# Waxing Moon update



## Herf N Turf (Dec 31, 2008)

Hey guys, I just got off the phone with Ed and he says to tell everyone Hi!

With all the orders he's got, chopping off his thumb and needing to be closer to family, he's relocating back to MN. He's already got a shop leased there, bigger and better. He's also taken his expert woodworker cousin on board to help get caught up and take on all the new orders he's had to put off. 

Ed's really upbeat and positive about the move and says, "it's just the right thing to do and the right time to do it."

He's been and is going to be too busy to play with us in the pond for a while, since he'll be setting up the new shop and firing up the tools. He told me about a week to ten days until he's completely up to capacity.

I know we all wish him well and look forward to his return to his virtual and familial homes.


----------



## COYOTE JLR (Sep 21, 2009)

Wow. Well, I wish him the best. I've been wondering where he's been. I love all of the work he's done and I genuinely hope to afford a nice humidor from him some day when cash is more abundant. It's great to hear that things are moving along in a positive direction and it's good to hear that he's alright.


----------



## FWTX (Feb 9, 2011)

Ed chopped off his thumb!

I assume your not kidding - man that's bad news - I hope he's doing alright.


----------



## jumpmaster (May 31, 2011)

*Re: Waxingmoon update*

Sorry to hear about his misfortune but it appears things are looking brighter. I definitely want one of his humidors one I return.:smoke:


----------



## Zogg (Aug 31, 2010)

ouch! did he chop the whole thing off? I remember seeing a thread where someone chopped off a good chunk of their thumb.. Hope that was him and he didnt lose the whole thing 

heres to a good move/recovery!


----------



## primetime76 (Feb 8, 2011)

Thanks for the update Donnie....good luck to Ed!


----------



## Herf N Turf (Dec 31, 2008)

Zogg said:


> ouch! did he chop the whole thing off? I remember seeing a thread where someone chopped off a good chunk of their thumb.. Hope that was him and he didnt lose the whole thing
> 
> heres to a good move/recovery!


Nooo and that was the thumb in question. It's all closed up now and ready to push beautiful boards again


----------



## FWTX (Feb 9, 2011)

Dam it Don - I had this thumbless hand in my mind!


----------



## Herf N Turf (Dec 31, 2008)

FWTX said:


> Dam it Don - I had this thumbless hand in my mind!

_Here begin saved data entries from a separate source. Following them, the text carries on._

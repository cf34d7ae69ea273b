import { Module } from '@nestjs/common';
import { TypeOrmModule } from '@nestjs/typeorm';
import { AppConfigService } from '../config/app-config.service.js';
import { DEMO_MODEL_CARDS } from '../processes/processes-demo.seeder.js';
import { ProcessesModule } from '../processes/processes.module.js';
import { DEMO_SEEDERS } from '../seed/demo-seeder.js';
import { UsersModule } from '../users/users.module.js';
import { CharacterisationLifecycle } from './characterisation-lifecycle.js';
import { CharacterisationService } from './characterisation.service.js';
import { CharacterisationsController } from './characterisations.controller.js';
import { DemoCharacterisationSeeder } from './demo/demo-characterisation.seeder.js';
import { DemoModelCardFiles } from './demo/demo-model-cards.js';
import { CharacterisationJobEntity } from './jobs/characterisation-job.entity.js';
import { CharacterisationJobStore } from './jobs/characterisation-job-store.js';
import { CharacterisationRunner } from './jobs/characterisation-runner.js';
import { EmbeddedJobQueue } from './jobs/embedded-job-queue.js';
import { JOB_QUEUE, type JobQueue } from './jobs/job-queue.js';
import { PgBossJobQueue } from './jobs/pg-boss-job-queue.js';
import { ProcessCharacterisationsController } from './process-characterisations.controller.js';
import { SimulationWorkers } from './simulation-workers.js';
import { SimulatorEngineChoice } from './simulator-engine-choice.js';
import { CharacterisationTableChunkEntity } from './tables/characterisation-table-chunk.entity.js';
import { CharacterisationTableEntity } from './tables/characterisation-table.entity.js';
import { CharacterisationTables } from './tables/characterisation-tables.service.js';

/**
 * Characterising a process version's model card with ngspice into lookup tables (docs/characterisation.md): the jobs
 * (stored, queued, run on the simulation workers, resumed after a stop), their tables, the design charts. Exports
 * CharacterisationTables for the table model (compute, sheets) and SimulationWorkers. The job queue under JOB_QUEUE
 * is the embedded one on SQLite and pg-boss's on PostgreSQL (DATABASE_URL: several server processes share the jobs);
 * features that use tables hear of new ones through TABLES_LISTENERS. Gives the library the demo cards (DEMO_MODEL_CARDS) and queues the demo's jobs.
 */
@Module({
  imports: [TypeOrmModule.forFeature([CharacterisationJobEntity, CharacterisationTableEntity, CharacterisationTableChunkEntity]), ProcessesModule, UsersModule],
  controllers: [CharacterisationsController, ProcessCharacterisationsController],
  providers: [
    { provide: SimulationWorkers, inject: [AppConfigService], useFactory: (config: AppConfigService) => new SimulationWorkers({ threads: config.characterisation.threads }) },
    SimulatorEngineChoice,
    CharacterisationJobStore,
    CharacterisationTables,
    CharacterisationRunner,
    CharacterisationService,
    {
      provide: JOB_QUEUE,
      inject: [CharacterisationJobStore, AppConfigService],
      useFactory: (store: CharacterisationJobStore, config: AppConfigService): JobQueue =>
        config.usesPostgres ? new PgBossJobQueue(store, config) : new EmbeddedJobQueue(store, config),
    },
    CharacterisationLifecycle,
    { provide: DEMO_MODEL_CARDS, useClass: DemoModelCardFiles },
    { provide: DEMO_SEEDERS, useClass: DemoCharacterisationSeeder },
  ],
  exports: [SimulationWorkers, CharacterisationTables],
})
export class CharacterisationModule {}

 Sorry to ruin your visual, Ken, but, I mean, it wasn't anything out of Silence of the Lambs, but it was pretty gruesome.


----------



## veteranvmb (Aug 6, 2009)

thanks for update, but I really do not care where he goes or what he does or what he is doing or not doing. 

J


----------



## WaxingMoon (Aug 13, 2009)

Thanks Herf! A little over a year ago, I moved to Charleston to try to make it with a long lost love.... things just didn't work out... 

Veteran.... sorry about your hard feelings, understood you were waiting for a very long time for a $2500 plus humidor prototype that you invested $300 to help offset the costs.... but, you got your money back and there is no need to get snotty in a public forum.


----------



## Zogg (Aug 31, 2010)

Herf N Turf said:


> Nooo and that was the thumb in question. It's all closed up now and ready to push beautiful boards again


WHEW! that's a relief!

just wanted to say ed, you pretty much make my dream humidors, and once i can justify the expense (aka have the money for it lol) i'll be giving you a call XD


----------



## WaxingMoon (Aug 13, 2009)

I had, pretty much a string of bad luck so far this year.... jumping off and doing this full time - is indeed my dream - and this move to MN will get me focused and on track...

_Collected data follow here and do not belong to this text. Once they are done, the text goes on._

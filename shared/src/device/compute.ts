import { type CornersRequestInput, type CornersResponse, cornersRequestSchema } from '../schemas/corners.js';
import { fieldOfIssue } from '../schemas/field-of-issue.js';
import { type SizeRequest, type SizeRequestInput, type SizeResponse, sizeRequestSchema } from '../schemas/size.js';
import { type SweepColumn, type SweepColumnsResponse, type SweepField, type SweepPoint, type SweepRequest, type SweepRequestInput, type SweepResponse, sweepRequestSchema } from '../schemas/sweep.js';
import { type Polarity, type Process, processSchema } from '../schemas/process.js';
import type { Model } from '../schemas/request-fields.js';
import { compareResults } from './compare-results.js';
import { cornersWithTable } from './table-corners.js';
import { sizeWithTable } from './table-size.js';
import { TABLE_ACCURACY, type TableSource, tableOf } from './table-source.js';
import { sweepWithTable } from './table-sweep.js';
import { checkRequestAgainstProcess } from './check-request.js';
import { cornerAnalysis } from './corners.js';
import type { CurrentModel } from './drain-current.js';
import { ENGINE_VERSION } from './engine-version.js';
import { EngineError, isEngineError } from './errors.js';
import { parseOrThrow } from './parse-request.js';
import { modelAccuracyOf } from './model-accuracy.js';
import { deviceParamsOf, prepareDevice } from './resolve-device.js';
import { regionOf } from './small-signal.js';
import { type Sizing, solveSize } from './solve.js';
import { type SweepColumns, sweep } from './sweep.js';
import { zeroTemperatureCoefficientVgs } from './zero-temperature-coefficient.js';

/**
 * The three functions the server's compute controller calls. Each parses the request with its schema
 * (EngineError VALIDATION_FAILED with the field), takes the process given (a stored profile the server
 * resolved from processId) or else the request's inline process, checks the request against it, and
 * answers the response shape of schemas/compute.ts. Errors are EngineErrors with a code and a field.
 * Model "table" interpolates in the tables of the stored process version, which the caller finds (`tables`).
 */

/**
 * Stored processes already checked, by object: the server hands the same (frozen) parsed version on every request, so
 * it is checked once rather than on every call (a memo only: an object not seen before is always checked).
 */
const checkedProcesses = new WeakMap<object, Process>();

function resolveProcess(inline: Process | undefined, given: Process | undefined): Process {
  if (given !== undefined) {
    const known = typeof given === 'object' && given !== null && Object.isFrozen(given) ? checkedProcesses.get(given) : undefined;
    if (known) return known;
    const result = processSchema.safeParse(given);
    if (!result.success) {
      const issue = result.error.issues[0];
      throw new EngineError('PROCESS_INVALID', `The stored process is not valid: ${issue.message}`, `process.${fieldOfIssue(issue) ?? ''}`.replace(/\.$/, ''));
    }
    // Only a frozen object is remembered: one that can still change must be checked again.
    if (Object.isFrozen(given)) checkedProcesses.set(given, result.data);
    return result.data;
  }
  if (inline === undefined) throw new EngineError('PROCESS_REQUIRED', 'No process: give an inline process, or resolve processId before computing', 'processId');
  return inline;
}

function context(process: Process, polarity: Polarity, flavour: string | undefined, model: Model) {
  const accuracy = model === 'table' ? TABLE_ACCURACY : modelAccuracyOf(model, deviceParamsOf(process, polarity, flavour));
  return { engineVersion: ENGINE_VERSION, polarity, ...(flavour === undefined ? {} : { flavour }), model, accuracy };
}

function sizeResponse(process: Process, sizing: Sizing, polarity: Polarity, flavour: string | undefined, model: CurrentModel, corner: string, temperature: number): SizeResponse {
  return { ...sizing, ...context(process, polarity, flavour, model), corner, temperature, ztcVgs: ztcVgsOf(process, sizing, polarity, flavour, model, corner, temperature) };
}

function ztcVgsOf(process: Process, sizing: Sizing, polarity: Polarity, flavour: string | undefined, model: CurrentModel, corner: string, temperature: number): number | null {
  try {
    return zeroTemperatureCoefficientVgs(process, { polarity, flavour, corner, model, w: sizing.w, l: sizing.l, fingers: sizing.fingers, vds: sizing.vds, vsb: sizing.vsb }, temperature).vgs;
  } catch (error) {
    if (isEngineError(error)) return null;
    throw error;
  }
}

/** POST /api/compute/size; with `compare`, the same targets sized with the other model beside it. */
export function computeSize(request: SizeRequestInput, process?: Process, tables?: TableSource): SizeResponse {
  const parsed = parseOrThrow(sizeRequestSchema, request);
  const resolved = resolveProcess(parsed.process, process);
  checkRequestAgainstProcess(parsed, resolved);
  const result = sizeWith(parsed, parsed.model, resolved, tables);
  const other = parsed.compare;
  return other === undefined ? result : { ...result, comparison: compareResults(result, other, () => sizeWith(parsed, other, resolved, tables)) };
}

function sizeWith(parsed: SizeRequest, model: Model, resolved: Process, tables: TableSource | undefined): SizeResponse {
  if (model === 'table') return sizeWithTable(parsed, resolved, tableOf(tables, parsed.polarity, parsed.flavour));
  const device = prepareDevice(resolved, parsed.polarity, { corner: parsed.corner, temperature: parsed.temperature, flavour: parsed.flavour });
  return sizeResponse(resolved, solveSize(device, model, parsed), parsed.polarity, parsed.flavour, model, device.corner, device.temperature);
}

/** The parsed request, its process and the columnar sweep with its chosen point: one run of the engine. */
function runSweep(parsed: SweepRequest & { model: CurrentModel }, resolved: Process) {
  const result = sweep(parsed, resolved);
  const base = sizeResponse(resolved, result.base, parsed.polarity, parsed.flavour, parsed.model, parsed.corner, parsed.temperature ?? resolved.tnom);
  const head = { ...context(resolved, parsed.polarity, parsed.flavour, parsed.model), param: result.param, hold: result.hold, fields: [...result.fields], base };
  return { result, head };
}

/** The answer of a sweep request: an object per point, or with layout "columns" an array per field. */
export type ComputedSweep<R extends SweepRequestInput> = R extends { layout: 'columns' } ? SweepColumnsResponse : SweepResponse;

/** POST /api/compute/sweep: the columnar sweep as points or as columns, NaN and infinities as null. */
export function computeSweep<R extends SweepRequestInput>(request: R, process?: Process, tables?: TableSource): ComputedSweep<R>;
export function computeSweep(request: SweepRequestInput, process?: Process, tables?: TableSource): SweepResponse | SweepColumnsResponse {
  const parsed = parseOrThrow(sweepRequestSchema, request);
  const resolved = resolveProcess(parsed.process, process);
  checkRequestAgainstProcess(parsed, resolved);
  if (parsed.model === 'table') {
    const answer = sweepWithTable(parsed, resolved, tableOf(tables, parsed.polarity, parsed.flavour));
    return parsed.layout === 'columns' ? columnsOfPoints(answer) : answer;
  }
  const { result, head } = runSweep({ ...parsed, model: parsed.model }, resolved);
  if (parsed.layout === 'columns') {
    return {
      ...head,
      layout: 'columns',
      series: result.series.map((series) => ({ corner: series.corner, temperature: series.temperature, length: series.values.length, columns: columnsOf(result, series), warnings: series.warnings })),
    };
  }
  return {
    ...head,
    series: result.series.map((series) => ({ corner: series.corner, temperature: series.temperature, points: pointsOf(result, series), warnings: series.warnings })),
  };
}

/** One array per field: the engine's columns with NaN and infinities as null, regions named, saturation as booleans. */
function columnsOf(result: SweepColumns, series: SweepColumns['series'][number]): Partial<Record<SweepField, SweepColumn>> {
  const { param } = result;
  const { values, columns } = series;
  const out: Partial<Record<SweepField, SweepColumn>> = { [param]: Array.from(values, finiteOrNull) };
  for (const field of result.fields) {
    if (field === param) continue;
    if (field === 'region') out.region = Array.from(columns.ic as Float64Array, (ic) => (Number.isFinite(ic) ? regionOf(ic) : null));
    else if (field === 'saturated') out.saturated = Array.from(columns.saturated as Float64Array, (s) => (Number.isNaN(s) ? null : s === 1));
    else out[field] = Array.from(columns[field] as Float64Array, finiteOrNull);
  }
  return out;
}

const finiteOrNull = (value: number): number | null => (Number.isFinite(value) ? value : null);

/** The table model answers points; the columns layout transposes them. */
function columnsOfPoints(answer: SweepResponse): SweepColumnsResponse {
  const names = [answer.param, ...answer.fields.filter((field) => field !== answer.param)] as SweepField[];
  return {
    ...answer,
    layout: 'columns',
    series: answer.series.map(({ points, ...rest }) => {
      const columns: Partial<Record<SweepField, SweepColumn>> = {};
      for (const name of names) columns[name] = points.map((point) => (point as Record<string, number | string | boolean | null | undefined>)[name] ?? null) as SweepColumn;
      return { ...rest, length: points.length, columns };
    }),
  };
}

function pointsOf(result: SweepColumns, series: SweepColumns['series'][number]): SweepPoint[] {
  const { param } = result;
  const fields = result.fields.filter((field) => field !== param);
  const { values, columns } = series;
  const template: Record<string, null> = { [param]: null };
  for (const field of fields) template[field] = null;
  const points: Record<string, number | string | boolean | null>[] = new Array(values.length);
  for (let i = 0; i < values.length; i++) points[i] = { ...template };
  for (let i = 0; i < values.length; i++) points[i][param] = values[i];
  for (const field of fields) {
    if (field === 'region') {
      const ic = columns.ic as Float64Array;
      for (let i = 0; i < values.length; i++) points[i].region = Number.isFinite(ic[i]) ? regionOf(ic[i]) : null;
    } else if (field === 'saturated') {
      const saturated = columns.saturated as Float64Array;
      for (let i = 0; i < values.length; i++) points[i].saturated = Number.isNaN(saturated[i]) ? null : saturated[i] === 1;
    } else {
      const column = columns[field] as Float64Array;
      for (let i = 0; i < values.length; i++) {
        const value = column[i];
        points[i][field] = Number.isFinite(value) ? value : null;
      }
    }
  }
  return points as SweepPoint[];
}

/** POST /api/compute/corners. */
export function computeCorners(request: CornersRequestInput, process?: Process, tables?: TableSource): CornersResponse {
  const parsed = parseOrThrow(cornersRequestSchema, request);
  const resolved = resolveProcess(parsed.process, process);
  checkRequestAgainstProcess(parsed, resolved);
  if (parsed.model === 'table') {
    const choice = tableOf(tables, parsed.polarity, parsed.flavour);
    return { ...context(resolved, parsed.polarity, parsed.flavour, 'table'), table: choice.ref, bias: parsed.bias, ...cornersWithTable(parsed, resolved, choice) };
  }
  const analysis = cornerAnalysis({ ...parsed, model: parsed.model }, resolved);
  return { ...context(resolved, parsed.polarity, parsed.flavour, parsed.model), bias: parsed.bias, ...analysis };
}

I had family issues in MN..nearly lost my Mom.... Cut off the tip of my thumb and have been in a relationship that required more attention than my work would allow.... 

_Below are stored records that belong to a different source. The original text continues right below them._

import type { ComputeRequest } from '../schemas/compute.js';
import type { Process } from '../schemas/process.js';
import { EngineError } from './errors.js';
import { cornerShiftOf, deviceParamsOf } from './resolve-device.js';
import { say, voltageNames } from './say.js';

/**
 * Checks what needs the process: corner names (field "corner" or "corners.<i>"), the flavour and its
 * polarity, VSB above −2φF, L at least lmin. Throws EngineError with the field.
 */
export function checkRequestAgainstProcess(request: ComputeRequest, process: Process): void {
  const params = deviceParamsOf(process, request.polarity, request.flavour);
  if ('corner' in request && request.corner !== undefined) cornerShiftOf(process, request.polarity, request.corner, 'corner');
  const corners = 'corners' in request ? request.corners : undefined;
  corners?.forEach((name, index) => cornerShiftOf(process, request.polarity, name, `corners.${index}`));
  const { vsb } = voltageNames(request.polarity);
  if (!(request.vsb > -params.twoPhiF)) {
    throw new EngineError('VSB_BEYOND_FORWARD_LIMIT', `${vsb} = ${say(request.vsb, 'V')} is at or beyond −2φF = ${say(-params.twoPhiF, 'V')}: the source–body junction is forward-biased past where the model has an answer`, 'vsb');
  }
  if (request.l < params.lmin) {
    throw new EngineError('L_BELOW_LMIN', `L = ${say(request.l, 'm')} is below the process minimum ${say(params.lmin, 'm')}`, 'l');
  }
}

This is my love... and, unfortunately, I had persued what I thought was my love.... and it came back to making humidors or that.... so, off I go folks....

I know things have been dragging on my end.... and there's a lot behind that... but, this will get me on track where I need to be...

Thanks again for all the support.... stay tuned - More to come when I get to MN in 3 days.... (2 days driving and today is shot).... But, the truck is loaded.... I have a shop rented and will be working with my cousin, Jim... who I've known all my life and does excellent stuff in his own right...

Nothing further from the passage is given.